Metropolitan News-Enterprise

 

Monday, March 26, 2012

 

Page 3

 

Judge Grants Disclosure of Candidate’s Evaluations

 

By a MetNews Staff Writer

 

Personnel evaluations of a Los Angeles deputy district attorney are, under some circumstances, subject to disclosure under the California Public Records Act, a Los Angeles Superior Court judge has ruled.

In a decision Friday, Judge Ann I. Jones said the public interest outweighed any privacy objections that district attorney candidate Danette Meyers might have, particular since the evaluations were quite positive.

The litigation stemmed from a MetNews request that all deputy district attorneys running for the office’s top job consent to the release of their evaluations for the last three years, along with records of any disciplinary actions. After Meyers and fellow deputy Steve Ipsen declined, the newspaper made a CPRA request.

The District Attorney’s Office objecting, citing the act’s exemption for “unwarranted” invasion of privacy, leading to the writ petition. The MetNews withdrew its request with respect to Ipsen after he failed to return his nominating papers by the March 14 deadline.

Meyers did not respond to the writ petition, leaving the MetNews and the district attorney’s records custodian as the litigating parties.

Jones rejected the newspaper’s contention that the public interest in knowing about the discipline and recent performance of district attorney candidates necessarily outweighs any asserted privacy interest of the individual candidate. Instead, the jurist conducted an in camera inspection of Meyers’ personnel file and employed a balancing test.

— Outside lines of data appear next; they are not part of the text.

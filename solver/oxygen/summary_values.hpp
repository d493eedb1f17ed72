// The scalar results of one case as a flat, named list with units: one row of a sweep table,
// one column of a comparison, one set of constraint checks.
#pragma once

#include <optional>
#include <string>
#include <vector>

#include "input/case.hpp"
#include "solver/oxygen/case_run.hpp"

namespace oxystrat {

struct SummaryValue {
  std::string name;    //!< stable identifier, e.g. "do_min"
  std::string unit;    //!< display unit of `value`
  double value = 0.0;  //!< in `unit` (display units: people read these tables)
  std::string label;   //!< human label for reports
};

//! Power, P/V, tip speed, regimes, kLa, DO, share below critical, supportable biomass, off-gas,
//! pCO2; theta95 only when given. NaN where a value does not apply (no gas): writers leave such
//! values out.
std::vector<SummaryValue> summary_values(const Case& c, const CaseRun& run, std::optional<double> theta95_s);

//! The names summary_values() gives, in its order (known before anything is run).
std::vector<std::string> summary_value_names(bool with_theta95);

//! Value by name (throws std::out_of_range).
double summary_value(const std::vector<SummaryValue>& values, const std::string& name);

}  // namespace oxystrat
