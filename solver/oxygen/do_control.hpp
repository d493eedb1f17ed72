// The DO controller as plants run it (docs/method.md, section 12): a PID loop on the DO at one
// probe zone, in units of air saturation, acting in cascade on speed, then gas flow, then O2
// fraction, each within its limits. The transient run (solver/oxygen/transient.hpp) calls it every
// control interval.
#pragma once

#include "input/case.hpp"

namespace oxystrat {

class DoController {
 public:
  //! Limits from the case's [control] table; gas flow and O2 fraction without their own limits
  //! stay at the case's operating values. `air_saturation_mol_m3` scales the error [mol/m3].
  DoController(const Case& c, double air_saturation_mol_m3);

  //! One update from the DO at the probe [mol/m3]: the new cascade position u in [0, max_output()]
  //! [-]. Derivative on the measurement, not the error: a set-point step gives no kick. While the
  //! output is saturated the integral is held (anti-windup).
  double update(double probe_do_mol_m3);

  //! New settings (set-point, gain, times, limits) from the [control] table and operating values
  //! of `c` (a step event's case, its actuators as the case file gives them), keeping the
  //! integral and the last measurement: the loop carries on from where it is.
  void retune(const Case& c);

  //! Sets speed over u in [0, 1], then gas flow over [1, 2], then O2 fraction over [2, 3].
  void actuate(double u, Case& c) const;

  //! The cascade ends at its last stage that can act (a stage with no range would let the
  //! integral wind up): 1, 2 or 3 [-].
  double max_output() const { return u_max_; }

 private:
  ControlSettings k_;
  double air_sat_;
  double gas_lo_, gas_hi_, o2_lo_, o2_hi_, u_max_;
  double integral_ = 0.0, last_measured_ = 0.0;
  bool have_measured_ = false;
};

}  // namespace oxystrat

The standard for balancing the interests, the judge said, is “how probative the information was on the question of [the candidate’s] qualifications for office against how damaging the information actually is to the interests of the office and public in candid evaluations, and the privacy interests of the candidate herself.”

Based on that review, Jones said, there was nothing in Meyers’ file that “could be expected to chill the frank and candid evaluation of deputy district attorneys by their supervisors” or that would embarrass her personally. The reviews, the judge said, were “stellar.”

Meyers did not return a call requesting comment.